[Task statement]:
Count every line below that holds the word "type", and give the number with no other words.

[Stored data entries]
· · ·

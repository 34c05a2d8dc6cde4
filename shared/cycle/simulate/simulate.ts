/**
 * Day-by-day tank histories from the nitrification model: what the aquarist did
 * (doses, bottled bacteria, water changes, livestock) and what the client's kits read
 * each day. Seeded and deterministic: the same plan always gives the same history,
 * so demo data, scenario tests and back-tests are reproducible.
 */

import type { CycleEvent, CycleInput, CycleMethod, CycleReading, LivestockGroup, Thresholds } from '../types'
import { AMMONIA_KIT, NITRATE_KIT, NITRITE_KIT, readKit, type KitReading } from './kits'
import { advance, changeWater, DEFAULT_RATES, type ModelRates, type TankState } from './model'

const HOUR_MS = 3_600_000
const DAY_MS = 24 * HOUR_MS

/** A small linear-congruential generator (Numerical Recipes constants): same seed, same sequence. */
export function seededRandom(seed: number): () => number {
  let state = seed >>> 0
  return () => {
    state = (Math.imul(state, 1664525) + 1013904223) >>> 0
    return state / 2 ** 32
  }
}

/** How the tank's bacteria start. */
export type Seeding = 'none' | 'bottled' | 'live-rock'

/** Starting AOB/NOB capacity, mg N/L per day (common practice, no published source). */
export const SEEDING_CAPACITY_N: Readonly<Record<Seeding, number>> = Object.freeze({
  'none': 0.01,
  'bottled': 0.05,
  'live-rock': 3,
})

/** Something the aquarist does, on a day (from the start) at an hour (UTC). */
export interface PlannedDose { day: number, hour?: number, amountN: number, /** false: the dose is logged without an amount. */ logAmount?: boolean, /** false: not logged at all (overfeeding, a rotting animal). */ logged?: boolean }
export interface PlannedWaterChange { day: number, hour?: number, percent: number }
export interface PlannedLivestock { day: number, hour?: number, group: LivestockGroup, count: number, /** ammonia the animals add, mg N/L per day. */ loadNPerDay: number }

/** Everything a simulated tank does. */
export interface SimulationPlan {
  seed: number
  /** ISO time of day 0, 00:00 UTC. */
  start: string
  /** Days simulated (tests on days 0 .. days-1). */
  days: number
  volumeLitres?: number
  method: CycleMethod
  seeding: Seeding
  /** Day and hour bottled bacteria went in, logged as an event (default day 0, 10:00 when seeding is 'bottled'). */
  bacteriaAt?: { day: number, hour: number }
  doses?: PlannedDose[]
  waterChanges?: PlannedWaterChange[]
  livestock?: PlannedLivestock[]
  /** Alkalinity at the start and of new water, dKH (default 8). */
  alkalinityDkh?: number
  /**
   * The aquarist doses buffer back to the starting alkalinity after each test (default true).
   * False lets nitrification drain it: the classic stall of a long fishless cycle.
   */
  buffered?: boolean
  newWaterAlkalinityDkh?: number
  /** Hour (UTC) of the daily test (default 18). */
  testHour?: number
  /** Days with no test. */
  skipDays?: number[]
  /** Extra tests, e.g. a check an hour after a dose. */
  extraTests?: Array<{ day: number, hour: number }>
  /** Chance a client reads one colour step off (default 0.05). */
  misreadChance?: number
  /** The nitrate kit is dead: it reads this step index whatever the water holds. */
  stuckNitrateStep?: number
  /** Tests also carry alkalinity (dKH), calcium and magnesium (mg/L). */
  reefChemistry?: boolean
  /** Phosphate (mg/L as PO4) as read each day; omitted when not given. */
  phosphateMgL?: (day: number) => number
  /** Starting AOB/NOB capacity, mg N/L per day, when it differs from the seeding's usual (a strong bottled product). */
  seedCapacityN?: number
  /** pH as read each day, when it does not follow alkalinity (a probe drifting, CO2 in a closed room). */
  pH?: (day: number) => number
  /** Water temperature (C) and salinity per day; defaults are a steady reef tank with small noise. */
  temperatureC?: (day: number) => number
  salinity?: (day: number) => number
  rates?: ModelRates
}

/** One test as the client entered it: kit readings on their bases, and canonical values. */
export interface SimulatedTest {
  day: number
  takenAt: string
  ammonia: KitReading
  nitrite: KitReading
  nitrate: KitReading
  ammoniaN: number
  nitriteN: number
  nitrateN: number
  pH: number
  temperatureC: number
  salinity: number
  alkalinityDkh?: number
  calciumMgL?: number
  magnesiumMgL?: number
  phosphateMgL?: number
}

/** One logged event. */
export interface SimulatedEvent {
  day: number
  at: string
  kind: CycleEvent['kind']
  amount?: number
  group?: LivestockGroup
}

/** The water's true state at each test, for back-tests of forecasts. */
export interface TruthPoint { day: number, at: string, state: TankState }

export interface Simulation {
  plan: SimulationPlan
  tests: SimulatedTest[]
  events: SimulatedEvent[]
  truth: TruthPoint[]
}

type Step
  = | { t: number, kind: 'dose', dose: PlannedDose }
    | { t: number, kind: 'water-change', change: PlannedWaterChange }
    | { t: number, kind: 'livestock', animals: PlannedLivestock }
    | { t: number, kind: 'bacteria' }
    | { t: number, kind: 'test', day: number }

const round = (value: number, decimals: number) => Math.round(value * 10 ** decimals) / 10 ** decimals

/** pH follows alkalinity: a tank losing its buffer loses pH too (a fitted line, common practice, no published source). */
function pHFor(alkalinityDkh: number, noise: number): number {
  return round(Math.max(7.2, Math.min(8.4, 7.55 + 0.07 * alkalinityDkh + noise)), 2)
}

function schedule(plan: SimulationPlan, startMs: number): Step[] {
  const at = (day: number, hour: number) => startMs + day * DAY_MS + hour * HOUR_MS
  const steps: Step[] = []
  if (plan.seeding === 'bottled') steps.push({ t: at(plan.bacteriaAt?.day ?? 0, plan.bacteriaAt?.hour ?? 10), kind: 'bacteria' })
  for (const dose of plan.doses ?? []) steps.push({ t: at(dose.day, dose.hour ?? 10), kind: 'dose', dose })
  for (const change of plan.waterChanges ?? []) steps.push({ t: at(change.day, change.hour ?? 12), kind: 'water-change', change })
  for (const animals of plan.livestock ?? []) steps.push({ t: at(animals.day, animals.hour ?? 14), kind: 'livestock', animals })
  const skip = new Set(plan.skipDays ?? [])
  for (let day = 0; day < plan.days; day += 1) if (!skip.has(day)) steps.push({ t: at(day, plan.testHour ?? 18), kind: 'test', day })
  for (const extra of plan.extraTests ?? []) steps.push({ t: at(extra.day, extra.hour), kind: 'test', day: extra.day })
  // Same instant: what was done comes before the test that follows it.
  return steps.sort((a, b) => a.t - b.t || Number(a.kind === 'test') - Number(b.kind === 'test'))
}

/** Runs the plan: one test a day (plus extras), events as logged. */
export function simulate(plan: SimulationPlan): Simulation {
  const random = seededRandom(plan.seed)
  const rates = plan.rates ?? DEFAULT_RATES
  const startMs = Date.parse(plan.start)
  const alkalinity = plan.alkalinityDkh ?? 8
  const capacity = plan.seedCapacityN ?? SEEDING_CAPACITY_N[plan.seeding]
  let state: TankState = { ammoniaN: 0, nitriteN: 0, nitrateN: 0, aobCapacityN: capacity, nobCapacityN: capacity, alkalinityDkh: alkalinity }
  let load = 0
  let clock = startMs
  const tests: SimulatedTest[] = []
  const events: SimulatedEvent[] = []
  const truth: TruthPoint[] = []
  const dayOf = (t: number) => Math.floor((t - startMs) / DAY_MS)
  const log = (t: number, event: Omit<SimulatedEvent, 'day' | 'at'>) => events.push({ day: dayOf(t), at: new Date(t).toISOString(), ...event })

  for (const step of schedule(plan, startMs)) {
    state = advance(state, (step.t - clock) / HOUR_MS, load, rates)
    clock = step.t
    if (step.kind === 'bacteria') {
      log(step.t, { kind: 'bacteria-dose' })
    }
    else if (step.kind === 'dose') {
      state = { ...state, ammoniaN: state.ammoniaN + step.dose.amountN }
      if (step.dose.logged !== false) log(step.t, { kind: 'ammonia-dose', ...(step.dose.logAmount === false ? {} : { amount: round(step.dose.amountN, 3) }) })
    }
    else if (step.kind === 'water-change') {
      state = changeWater(state, step.change.percent / 100, plan.newWaterAlkalinityDkh ?? alkalinity)
      log(step.t, { kind: 'water-change', amount: round(((plan.volumeLitres ?? 300) * step.change.percent) / 100, 1) })
    }
    else if (step.kind === 'livestock') {
      load += step.animals.loadNPerDay
      log(step.t, { kind: 'livestock-added', group: step.animals.group, amount: step.animals.count })
    }
    else {
      tests.push(readTests(plan, step.day, step.t, state, random))
      truth.push({ day: step.day, at: new Date(step.t).toISOString(), state: { ...state } })
      if (plan.buffered !== false) state = { ...state, alkalinityDkh: Math.max(state.alkalinityDkh, alkalinity) }
    }
  }
  return { plan, tests, events, truth }
}

function readTests(plan: SimulationPlan, day: number, t: number, state: TankState, random: () => number): SimulatedTest {
  const misread = plan.misreadChance ?? 0.05
  const shift = () => {
    const r = random()
    return r < misread / 2 ? -1 : r < misread ? 1 : 0
  }
  // Minutes vary a little: nobody tests at the same second every day.
  const takenAt = new Date(t + Math.floor(random() * 40) * 60_000).toISOString()
  const ammonia = readKit(AMMONIA_KIT, state.ammoniaN, shift())
  const nitrite = readKit(NITRITE_KIT, state.nitriteN, shift())
  const nitrate = plan.stuckNitrateStep === undefined
    ? readKit(NITRATE_KIT, state.nitrateN, shift())
    : readKit(NITRATE_KIT, 0, plan.stuckNitrateStep)
  const noise = (size: number) => (random() - 0.5) * 2 * size
  const test: SimulatedTest = {
    day,
    takenAt,
    ammonia,
    nitrite,
    nitrate,
    ammoniaN: ammonia.valueN,
    nitriteN: nitrite.valueN,
    nitrateN: nitrate.valueN,
    pH: plan.pH ? round(plan.pH(day) + noise(0.04), 2) : pHFor(state.alkalinityDkh, noise(0.04)),
    temperatureC: round((plan.temperatureC?.(day) ?? 25.5) + noise(0.3), 1),
    salinity: round((plan.salinity?.(day) ?? 34.8) + noise(0.3), 1),
  }
  if (plan.reefChemistry) {
    test.alkalinityDkh = round(state.alkalinityDkh + noise(0.2), 1)
    test.calciumMgL = Math.round(420 + noise(10))
    test.magnesiumMgL = Math.round(1320 + noise(30))
  }
  if (plan.phosphateMgL) test.phosphateMgL = round(plan.phosphateMgL(day), 2)
  return test
}

/** Test ids: `r<day>-<hh>` (`r012-18`); event ids: `e<day>-<hh>-<kind>`. Stable, so tests can name them. */
function id(prefix: string, day: number, iso: string, suffix = ''): string {
  return `${prefix}${String(day).padStart(3, '0')}-${iso.slice(11, 13)}${suffix}`
}

/** The engine input for a simulated tank as of `now` (ISO), with optional company thresholds. */
export function simulationInput(sim: Simulation, now: string, thresholds?: Partial<Thresholds>): CycleInput {
  const readings: CycleReading[] = sim.tests.map((test) => {
    const reading: CycleReading = {
      id: id('r', test.day, test.takenAt),
      takenAt: test.takenAt,
      ammoniaN: test.ammoniaN,
      nitriteN: test.nitriteN,
      nitrateN: test.nitrateN,
      pH: test.pH,
      temperatureC: test.temperatureC,
      salinity: test.salinity,
    }
    if (test.alkalinityDkh !== undefined) reading.alkalinityDkh = test.alkalinityDkh
    if (test.calciumMgL !== undefined) reading.calciumMgL = test.calciumMgL
    if (test.magnesiumMgL !== undefined) reading.magnesiumMgL = test.magnesiumMgL
    if (test.phosphateMgL !== undefined) reading.phosphateMgL = test.phosphateMgL
    return reading
  })
  const events: CycleEvent[] = sim.events.map(e => ({
    id: id('e', e.day, e.at, `-${e.kind}`),
    at: e.at,
    kind: e.kind,
    ...(e.amount === undefined ? {} : { amount: e.amount }),
    ...(e.group === undefined ? {} : { group: e.group }),
  }))
  return {
    tank: { volumeLitres: sim.plan.volumeLitres ?? 300, cycleMethod: sim.plan.method, startedAt: sim.plan.start },
    readings,
    events,
    ...(thresholds ? { thresholds } : {}),
    now,
  }
}

/** ISO time of `day` at `hour` UTC from the plan's start. */
export function dayTime(sim: Simulation | SimulationPlan, day: number, hour = 20): string {
  const start = 'plan' in sim ? sim.plan.start : sim.start
  return new Date(Date.parse(start) + day * DAY_MS + hour * HOUR_MS).toISOString()
}
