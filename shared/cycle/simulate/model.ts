/**
 * A small nitrification model: two bacterial populations that grow on what they eat.
 * Ammonia-oxidising bacteria (AOB) turn total ammonia into nitrite, nitrite-oxidising
 * bacteria (NOB) turn nitrite into nitrate, each at a capacity (mg N/L per day) that
 * grows while it has food and slowly dies back without it. Uptake follows a Monod
 * curve; oxidising ammonia consumes alkalinity (7.14 mg CaCO3 per mg N, 1 dKH =
 * 17.848 mg/L CaCO3: reference.md section 10), and low alkalinity slows both steps,
 * which is how a long fishless cycle stalls. Rates are chosen so an unseeded tank
 * with bottled bacteria cycles in three to five weeks, as the trade describes
 * (reference.md section 9; common practice, no published source). Pure and
 * deterministic: no clock, no randomness.
 */

/** mg CaCO3 consumed per mg ammonia-N oxidised (nitrification stoichiometry). */
export const CACO3_PER_MG_N = 7.14
/** mg/L CaCO3 in one dKH. */
export const CACO3_PER_DKH = 17.848

/** Growth and uptake constants. */
export interface ModelRates {
  /** Largest growth rate of AOB and NOB on plenty of food, per day. */
  readonly aobGrowthPerDay: number
  readonly nobGrowthPerDay: number
  /** Die-back per day. */
  readonly decayPerDay: number
  /** Half-saturation concentrations, mg N/L. */
  readonly ammoniaHalfN: number
  readonly nitriteHalfN: number
  /** Capacity never grows past this, mg N/L per day (the surface area of rock and sand). */
  readonly maxCapacityN: number
  /** Below `alkalinityStallDkh` nitrification stops; above `alkalinityFullDkh` it runs at full speed. */
  readonly alkalinityStallDkh: number
  readonly alkalinityFullDkh: number
}

/** Rates of an ordinary reef tank (common practice, no published source). */
export const DEFAULT_RATES: ModelRates = Object.freeze({
  aobGrowthPerDay: 0.4,
  nobGrowthPerDay: 0.3,
  decayPerDay: 0.05,
  ammoniaHalfN: 0.1,
  nitriteHalfN: 0.1,
  maxCapacityN: 40,
  alkalinityStallDkh: 2,
  alkalinityFullDkh: 5,
})

/** The water and the bacteria at one instant. */
export interface TankState {
  /** Total ammonia, mg/L as N. */
  ammoniaN: number
  nitriteN: number
  nitrateN: number
  /** What the AOB and NOB could process today at full food, mg N/L per day. */
  aobCapacityN: number
  nobCapacityN: number
  alkalinityDkh: number
}

/** How much alkalinity lets nitrification run: 0 at the stall point, 1 at full speed. */
export function alkalinityFactor(alkalinityDkh: number, rates: ModelRates = DEFAULT_RATES): number {
  const span = rates.alkalinityFullDkh - rates.alkalinityStallDkh
  return Math.max(0, Math.min(1, (alkalinityDkh - rates.alkalinityStallDkh) / span))
}

/**
 * Advances the state by `hours` with `loadNPerDay` of ammonia arriving steadily
 * (fish and food). Small explicit steps keep the stiff Monod terms stable.
 */
export function advance(state: TankState, hours: number, loadNPerDay: number, rates: ModelRates = DEFAULT_RATES): TankState {
  const s = { ...state }
  const steps = Math.max(1, Math.ceil(hours * 4))
  const dt = hours / 24 / steps
  for (let i = 0; i < steps; i += 1) {
    const alk = alkalinityFactor(s.alkalinityDkh, rates)
    const aobFood = s.ammoniaN / (rates.ammoniaHalfN + s.ammoniaN)
    const nobFood = s.nitriteN / (rates.nitriteHalfN + s.nitriteN)
    const oxidisedA = Math.min(s.ammoniaN + loadNPerDay * dt, s.aobCapacityN * aobFood * alk * dt)
    const oxidisedN = Math.min(s.nitriteN, s.nobCapacityN * nobFood * alk * dt)
    s.ammoniaN = Math.max(0, s.ammoniaN + loadNPerDay * dt - oxidisedA)
    s.nitriteN = Math.max(0, s.nitriteN + oxidisedA - oxidisedN)
    s.nitrateN += oxidisedN
    s.alkalinityDkh = Math.max(0, s.alkalinityDkh - (oxidisedA * CACO3_PER_MG_N) / CACO3_PER_DKH)
    const grow = (capacity: number, rate: number, food: number) =>
      Math.min(rates.maxCapacityN, Math.max(0.001, capacity * (1 + (rate * food * alk - rates.decayPerDay) * dt)))
    s.aobCapacityN = grow(s.aobCapacityN, rates.aobGrowthPerDay, aobFood)
    s.nobCapacityN = grow(s.nobCapacityN, rates.nobGrowthPerDay, nobFood)
  }
  return s
}

/** A water change of `fraction` of the volume with new water holding no nitrogen and `newAlkalinityDkh`. */
export function changeWater(state: TankState, fraction: number, newAlkalinityDkh: number): TankState {
  const keep = 1 - Math.max(0, Math.min(1, fraction))
  return {
    ...state,
    ammoniaN: state.ammoniaN * keep,
    nitriteN: state.nitriteN * keep,
    nitrateN: state.nitrateN * keep,
    alkalinityDkh: state.alkalinityDkh * keep + newAlkalinityDkh * (1 - keep),
  }
}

· · ·

[Problem solution]:
5